UK economy emerges from recession…just

Hearing that the economy has grown will have sent a warm rush of blood through millions of people in the UK, especially those in the building services industry. However, much like our weather, the economy can have a mind of its own and it has been made clear that the road to significant economic growth will be a bumpy one.

Britain emerged today from the longest recession in modern history, but the economy grew by only 0.1 per cent between October and December — far below expectations of a 0.4 per cent rebound.

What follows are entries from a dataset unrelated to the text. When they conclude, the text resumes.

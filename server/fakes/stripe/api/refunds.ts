import { Router } from 'express';
import { feeLookupRefused, noSuch, Params } from '../params';
import type { Payments } from '../payments';
import { createRefund } from '../refunds';
import { expand, expandPaths, paginate } from './lists';
import { requestInfo } from './middleware';

/** Refunds, and the charges, balance transactions and events they and the payments leave behind (read only). */
export function refundsRouter(payments: Payments): Router {
  const router = Router();
  const store = payments.store;

  router.post('/refunds', (req, res) => {
    const p = Params.of(req.body).only(['payment_intent', 'charge', 'amount', 'reason', 'metadata', 'expand']);
    const refund = createRefund(
      payments,
      {
        paymentIntentId: p.string('payment_intent'),
        chargeId: p.string('charge'),
        amount: p.integer('amount', { min: 1 }),
        reason: p.enum('reason', ['duplicate', 'fraudulent', 'requested_by_customer'] as const) ?? null,
        metadata: p.metadata() ?? {},
      },
      requestInfo(res),
    );
    res.json(expand(refund, expandPaths(p), store));
  });

  router.get('/refunds', (req, res) => {
    const p = Params.of(req.query).only(['limit', 'starting_after', 'ending_before', 'payment_intent', 'charge', 'expand']);
    const pi = p.string('payment_intent');
    const charge = p.string('charge');
    const refunds = [...store.refunds.values()].filter(
      (r) => (pi === undefined || r.payment_intent === pi) && (charge === undefined || r.charge === charge),
    );
    res.json(expand(paginate(refunds, p, '/v1/refunds', 'refund'), expandPaths(p), store));
  });

  router.get('/refunds/:id', (req, res) => {
    const p = Params.of(req.query).only(['expand']);
    const refund = store.refunds.get(req.params.id);
    if (!refund) throw noSuch('refund', req.params.id);
    res.json(expand(refund, expandPaths(p), store));
  });

  router.get('/charges', (req, res) => {
    const p = Params.of(req.query).only(['limit', 'starting_after', 'ending_before', 'payment_intent', 'expand']);
    const pi = p.string('payment_intent');
    const charges = [...store.charges.values()].filter((c) => pi === undefined || c.payment_intent === pi);
    res.json(expand(paginate(charges, p, '/v1/charges', 'charge'), expandPaths(p), store));
  });

  router.get('/charges/:id', (req, res) => {
    const p = Params.of(req.query).only(['expand']);
    const charge = store.charges.get(req.params.id);
    if (!charge) throw noSuch('charge', req.params.id);
    res.json(expand(charge, expandPaths(p), store));
  });

  router.get('/balance_transactions/:id', (req, res) => {
    const p = Params.of(req.query).only(['expand']);
    const txn = store.balanceTransactions.get(req.params.id);
    if (!txn) throw noSuch('balance transaction', req.params.id);
    if (store.refusesFeeLookup(txn.id)) throw feeLookupRefused(txn.id);
    res.json(expand(txn, expandPaths(p), store));
  });

  router.get('/events', (req, res) => {
    const p = Params.of(req.query).only(['limit', 'starting_after', 'ending_before', 'type', 'types']);
    const type = p.string('type');
    const types = p.stringList('types');
    // `type` takes one wildcard, as the real filter does: `checkout.session.*`.
    const matches = (t: string) =>
      (type === undefined || (type.endsWith('*') ? t.startsWith(type.slice(0, -1)) : t === type)) &&
      (types.length === 0 || types.includes(t));
    const events = [...store.events.values()].filter((e) => matches(e.type));
    res.json(paginate(events, p, '/v1/events', 'event'));
  });

  router.get('/events/:id', (req, res) => {
    Params.of(req.query).only(['expand']);
    const event = store.events.get(req.params.id);
    if (!event) throw noSuch('event', req.params.id);
    res.json(event);
  });

  return router;
}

The data brings to an end the UK’s longest-ever recession, but the minuscule size of the rise – lower than the 0.4 per cent predicted – will raise fears the country could slip back into a ‘double dip’ recession and heap further pressure on Gordon Brown.
The economy had previously contracted for six consecutive quarters – the longest period since quarterly figures were first recorded in 1955. There have been recent recovery signs – last week, UK unemployment fell for the first time in 18 months.

Britain is the last big economy to emerge from a full-blown downturn. The United States, Japan, China, Germany and France all climbed out of recession in the third quarter, between July and September, last year.

The main drivers of the minimal growth in the economy came from the retail and motor sector, both of which have been propped up by Government intervention.

Colin Ellis, European economist with Daiwa Capital Markets, said: “These sectors will have been boosted by the pre-announced VAT rise in January, and the car scrappage scheme — suggesting that, on an underlying basis, the economy only stagnated at best.”

It has raised fears over the strength of the recovery as the VAT rise coupled with the dire weather this month are likely to have hurt high street spending, and the scrappage scheme is scheduled to come to an end soon.

In 2009 the economy fell by 4.8 per cent, the fastest pace of decline in a single year for 88 years, and more than in any other 12-month period since the Great Depression of the 1930s. Britain has been in recession for six quarters. The technical definition of a recession is two consecutive quarters of negative growth.

The International Monetary Fund (IMF) today revised up its figure for British GDP growth from 0.9 per cent to 1.3 per cent for 2010, in line with the Treasury’s own forecast for 1.25 per cent growth this year.

However, it places the UK among the stragglers in the world economy, with the US expected to grow by 2.7 per cent and Japan tipped to expand by 1.7 per cent. French and German GDP will rise by 1.4 per cent and 1.5 per cent respectively in 2010, the IMF forecasts.

There is a rosier picture in 2011, with the IMF predicting that the UK economy will grow by 2.7 per cent, up from a previous forecast of 2.5 per cent. But this falls far below the Treasury’s forecast for 3.5 per cent growth, which has already attracted criticism from economists for being too optimistic.

Howard Archer, the chief European and UK economist for IHS Global Insight, said: “This is another desperately disappointing GDP release. While the UK officially exited recession in the fourth quarter of 2009, it could only crawl out.

“This reinforces our suspicion that recovery will be gradual and prone to losses of momentum.” It also added to the likelihood that the Bank of England would keep interest rates at an historic low of 0.5 per cent, at least until late this year.